> TASK GOAL: Some lines in the records below may hold the word "rows"; give the number of those lines and nothing else.

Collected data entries
§ §

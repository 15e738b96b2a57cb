package quality

import (
	"math"
	"testing"
	"time"

	"thawledger/pipeline"
)

// readings returns values a step apart from the day's start on.
func readings(step time.Duration, valuesC ...float64) []pipeline.Reading {
	out := make([]pipeline.Reading, len(valuesC))
	for i, c := range valuesC {
		out[i] = pipeline.Reading{StartS: int64(winter)*86400 + int64(i)*int64(step/time.Second), ValueC: c}
	}
	return out
}

// many repeats a value.
func many(n int, c float64) []float64 {
	out := make([]float64, n)
	for i := range out {
		out[i] = c
	}
	return out
}

// WMO guidelines (Zahumensky, 2004, second-hand): 3 degC for air, 10 for a
// surface, from minute to minute. Beyond, the square-root law: 3 sqrt(60) =
// 23.237900077 for an hour.
func TestStepLimit(t *testing.T) {
	for _, c := range []struct {
		m     Medium
		apart time.Duration
		want  float64
	}{
		{Air, time.Minute, 3}, {Air, time.Second, 3}, {Surface, time.Minute, 10}, {Soil, time.Minute, 0.5},
		{Air, 5 * time.Minute, 6.708203932}, {Air, 15 * time.Minute, 11.618950039}, {Air, time.Hour, 23.237900077},
		{Air, 70 * time.Minute, 25}, {Air, 24 * time.Hour, 25}, {Surface, time.Hour, 40}, {Soil, time.Hour, 3.872983346},
	} {
		if got := StepLimitC(c.m, c.apart); math.Abs(got-c.want) > 1e-9 {
			t.Errorf("medium %d, %s: %v; want %v", c.m, c.apart, got, c.want)
		}
	}
	for apart := time.Minute; apart < 48*time.Hour; apart += time.Minute {
		if StepLimitC(Air, apart+time.Minute) < StepLimitC(Air, apart) {
			t.Fatalf("falls at %s", apart)
		}
	}
}

func TestHours(t *testing.T) {
	// an inversion that breaks up: 18 degC in an hour
	breakUp := []float64{-41, -41.6, -42.3, -42.8, -43, -42.6, -41.9, -40.2, -38.5, -20.5, -14.1, -12.3, -12.9, -13.4, -14, -14.2, -15}
	for _, c := range []struct {
		name   string
		opt    Options
		rows   []pipeline.Reading
		failed Mask
		mark   pipeline.Quality
	}{
		{"none", Options{}, nil, 0, pipeline.QualityMissing},
		{"one", Options{}, readings(time.Hour, 4), 0, pipeline.QualityGood},
		{"end of an inversion", Options{}, readings(time.Hour, breakUp...), 0, pipeline.QualityGood},
		{"3 degC in a minute", Options{}, readings(time.Minute, 1, 4), 0, pipeline.QualityGood},
		{"3.1 degC in a minute", Options{}, readings(time.Minute, 1, 4.1), MaskOf(Step), pipeline.QualityDoubtful},
		{"3.1 degC in an hour", Options{}, readings(time.Hour, 1, 4.1, 7.2, 3.9), 0, pipeline.QualityGood},
		{"24 degC in an hour", Options{}, readings(time.Hour, -30, -6), MaskOf(Step), pipeline.QualityDoubtful},
		{"10 degC of a surface in a minute", Options{Medium: Surface}, readings(time.Minute, 1, 11), 0, pipeline.QualityGood},
		{"up and down", Options{}, readings(time.Hour, -30, -12, -30), MaskOf(Spike), pipeline.QualityDoubtful},
		{"up and on", Options{}, readings(time.Hour, -30, -12, 6), 0, pipeline.QualityGood},
		{"beyond", Options{}, readings(time.Hour, 5, 5.5, 61, 5.2), MaskOf(Range), pipeline.QualityWrong},
		{"60 flat minutes", Options{}, readings(time.Minute, many(61, -8.1)...), MaskOf(Persistence), pipeline.QualityDoubtful},
		{"59 flat minutes", Options{}, readings(time.Minute, many(60, -8.1)...), 0, pipeline.QualityGood},
		{"flat within less than a tenth", Options{}, readings(time.Minute, append(many(40, -8.1), many(21, -8.05)...)...), MaskOf(Persistence), pipeline.QualityDoubtful},
		{"a tenth is not flat", Options{}, readings(time.Minute, append(many(40, -8.1), many(30, -8.2)...)...), 0, pipeline.QualityGood},
		{"11 flat hours of fog", Options{}, readings(time.Hour, many(11, 2.3)...), 0, pipeline.QualityGood},
		{"12 flat hours", Options{}, readings(time.Hour, many(12, 2.3)...), MaskOf(Persistence), pipeline.QualityDoubtful},
		{"air at zero all day", Options{}, readings(time.Hour, many(24, 0)...), MaskOf(Persistence, Naught), pipeline.QualityDoubtful},
		{"surface at zero all day", Options{Medium: Surface}, readings(time.Hour, many(24, 0)...), 0, pipeline.QualityGood},
		{"surface flat elsewhere", Options{Medium: Surface}, readings(time.Hour, many(24, 0.3)...), MaskOf(Persistence), pipeline.QualityDoubtful},
		{"soil at rest", Options{Medium: Soil}, readings(time.Hour, many(24, -3.4)...), 0, pipeline.QualityGood},
		{"0 degF four times", Options{}, readings(6*time.Hour, many(4, -17.8)...), MaskOf(Naught), pipeline.QualityDoubtful},
		{"0 degC three times", Options{}, readings(8*time.Hour, many(3, 0)...), 0, pipeline.QualityGood},
	} {
		o := Hours(winter, c.rows, c.opt)
		if o.Failed != c.failed || o.Mark != c.mark || o.Day != winter || o.Failed&^o.Tested != 0 {
			t.Errorf("%s: %s, failed %q, tested %q; want %s, %q", c.name, o.Mark, o.Failed, o.Tested, c.mark, c.failed)
		}
	}
}

// Readings that are known to be wrong or missing are not tested with.
func TestHoursPassOverWhatIsKnown(t *testing.T) {
	rows := readings(time.Minute, 1, 50, 1.2, 999, 1.1)
	rows[1].Quality, rows[3].Quality = pipeline.QualityWrong, pipeline.QualityMissing
	if o := Hours(winter, rows, Options{}); o.Mark != pipeline.QualityGood {
		t.Errorf("%+v", o)
	}
	rows[1].Quality = pipeline.QualityDoubtful // stays in
	if o := Hours(winter, rows, Options{}); !o.Failed.Has(Step) || !o.Failed.Has(Spike) {
		t.Errorf("%+v", o)
	}
	if o := Hours(winter, rows[3:4], Options{}); o.Mark != pipeline.QualityMissing {
		t.Errorf("%+v", o)
	}
}

func TestHoursRefuse(t *testing.T) {
	twice := readings(0, 1, 2)
	mustPanic(t, "in order", func() { Hours(winter, twice, Options{}) })
	mustPanic(t, "not a temperature", func() { Hours(winter, readings(time.Hour, math.NaN()), Options{}) })
}
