package quality

import (
	"math"
	"slices"
	"testing"
	"time"

	"thawledger/pipeline"
)

var (
	winter = pipeline.DayOf(2010, time.January, 20)
	summer = pipeline.DayOf(2010, time.July, 20)
)

// near returns a record like rec, a little apart from it each day.
func near(rec Record, seed int) Record {
	out := slices.Clone(rec)
	for i := range out {
		off := 2 + 1.5*math.Sin(float64(i*(7+seed)))
		out[i].MeanC += off
		out[i].MaxC += off
		out[i].MinC += off
	}
	return out
}

// Faults put into an invented record: the test for them finds them, on their
// days and no others, and by it alone they are doubtful, in contradiction, or
// (beyond the hard bounds only) wrong.
func TestPlantedFaults(t *testing.T) {
	base := invented(1, 30)
	neighbours := []Record{near(base, 1), near(base, 2), near(base, 3)}
	type fault struct {
		name  string
		test  Test
		plant func(rec Record) []pipeline.Day // returns the days that are to fail
		mark  pipeline.Quality
	}
	on := func(days ...pipeline.Day) []pipeline.Day { return days }
	for _, f := range []fault{
		{"sentinel", Range, func(rec Record) []pipeline.Day {
			rec.set(summer, -99.9, -99.9)
			return on(summer)
		}, pipeline.QualityWrong},
		{"above 60 degC", Range, func(rec Record) []pipeline.Day {
			rec.at(summer).MaxC = 60.1
			return on(summer)
		}, pipeline.QualityWrong},
		{"maximum below minimum", Consistency, func(rec Record) []pipeline.Day {
			rec.at(summer).MaxC = rec.at(summer).MinC - 1.1
			return on(summer)
		}, pipeline.QualityInconsistent},
		{"mean above maximum", Consistency, func(rec Record) []pipeline.Day {
			rec.at(summer).MeanC = rec.at(summer).MaxC + 1.1
			return on(summer)
		}, pipeline.QualityInconsistent},
		{"mean below minimum", Consistency, func(rec Record) []pipeline.Day {
			rec.at(summer).MeanC = rec.at(summer).MinC - 1.1
			return on(summer)
		}, pipeline.QualityInconsistent},
		{"one day 17 degC too warm", Spike, func(rec Record) []pipeline.Day {
			v := rec.at(summer)
			rec.set(summer, v.MinC+17, v.MaxC+17)
			return on(summer)
		}, pipeline.QualityDoubtful},
		{"from one day on 17 degC too warm", Step, func(rec Record) []pipeline.Day {
			for d := summer; d < summer+3; d++ {
				v := rec.at(d)
				rec.set(d, v.MinC+17, v.MaxC+17)
			}
			return on(summer, summer+3)
		}, pipeline.QualityDoubtful},
		{"iced: no range all day", Persistence, func(rec Record) []pipeline.Day {
			c := tenth(rec.at(winter).MeanC)
			rec.set(winter, c, c)
			return on(winter)
		}, pipeline.QualityDoubtful},
		{"stuck for 20 days", Streak, func(rec Record) []pipeline.Day {
			var days []pipeline.Day
			for d := summer; d < summer+20; d++ {
				rec.set(d, 4, 11)
				days = append(days, d)
			}
			return days
		}, pipeline.QualityDoubtful},
		{"0 degC for missing", Naught, func(rec Record) []pipeline.Day {
			d := pipeline.DayOf(2010, time.September, 20)
			rec.set(d, 0, 0)
			return on(d)
		}, pipeline.QualityDoubtful},
		{"0 degF for missing", Naught, func(rec Record) []pipeline.Day {
			rec.set(winter, -17.8, -17.8)
			return on(winter)
		}, pipeline.QualityDoubtful},
		{"apart from its month", Gap, func(rec Record) []pipeline.Day {
			v := rec.at(summer)
			rec.set(summer, v.MinC+28, v.MaxC+28)
			return on(summer)
		}, pipeline.QualityDoubtful},
		{"apart from its month, below", Gap, func(rec Record) []pipeline.Day {
			v := rec.at(summer)
			rec.set(summer, v.MinC-28, v.MaxC-28)
			return on(summer)
		}, pipeline.QualityDoubtful},
		{"far from its date", Climatology, func(rec Record) []pipeline.Day {
			v := rec.at(summer)
			rec.set(summer, v.MinC+20, v.MaxC+20)
			return on(summer)
		}, pipeline.QualityDoubtful},
		{"maximum with the sign lost", LaggedRange, func(rec Record) []pipeline.Day {
			for d := winter - 1; d <= winter+1; d++ {
				rec.set(d, -38, -30)
			}
			rec.set(winter, -38, 30)
			return on(winter)
		}, pipeline.QualityDoubtful},
		{"ten days 14 degC too cold", Neighbour, func(rec Record) []pipeline.Day {
			var days []pipeline.Day
			for d := summer; d < summer+10; d++ {
				v := rec.at(d)
				rec.set(d, v.MinC-14, v.MaxC-14)
				days = append(days, d)
			}
			return days
		}, pipeline.QualityDoubtful},
	} {
		t.Run(f.name, func(t *testing.T) {
			rec := slices.Clone(base)
			days := f.plant(rec)
			before, after := Daily(base, Options{Neighbours: neighbours}), Daily(rec, Options{Neighbours: neighbours})
			for i, o := range after {
				want := slices.Contains(days, o.Day) || before[i].Failed.Has(f.test)
				if o.Failed.Has(f.test) != want {
					t.Errorf("%s: %s failed %t; want %t (%+v)", o.Day, f.test, !want, want, rec[i])
				}
			}
			if o := of(after, days[0]); o.Mark != f.mark {
				t.Errorf("%s is %s (%s); want %s", o.Day, o.Mark, o.Failed, f.mark)
			}
		})
	}
}

// The end of an inversion and a warm spell are true: 25 degC from one winter day
// to the next, 40 in a day, a fortnight of July 11 degC above the season. Nothing
// of it is wrong or inconsistent, and most not even doubtful.
func TestTrueWarmSpellsStay(t *testing.T) {
	rec := invented(1, 30)
	for d := winter - 5; d < winter; d++ {
		rec.set(d, -46, -42)
	}
	rec.set(winter, -44, -12) // breaks up in the afternoon
	rec.set(winter+1, -20, -16)
	rec.set(winter+2, -24, -18)
	for d := summer; d < summer+14; d++ {
		rec.set(d, 13+float64(d%3), 25-float64(d%2))
	}
	out := Daily(rec, Options{})
	for d := winter - 5; d < winter+3; d++ {
		if o := of(out, d); o.Mark != pipeline.QualityGood {
			t.Errorf("%s, end of an inversion: %s, %s", d, o.Mark, o.Failed)
		}
	}
	doubtful := 0
	for d := summer; d < summer+14; d++ {
		switch o := of(out, d); o.Mark {
		case pipeline.QualityGood:
		case pipeline.QualityDoubtful:
			doubtful++
		default:
			t.Errorf("%s, warm spell: %s, %s", d, o.Mark, o.Failed)
		}
	}
	if doubtful > 1 {
		t.Errorf("%d days of a true warm spell are doubtful", doubtful)
	}
}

§ §

> PROBLEM SOLUTION: 8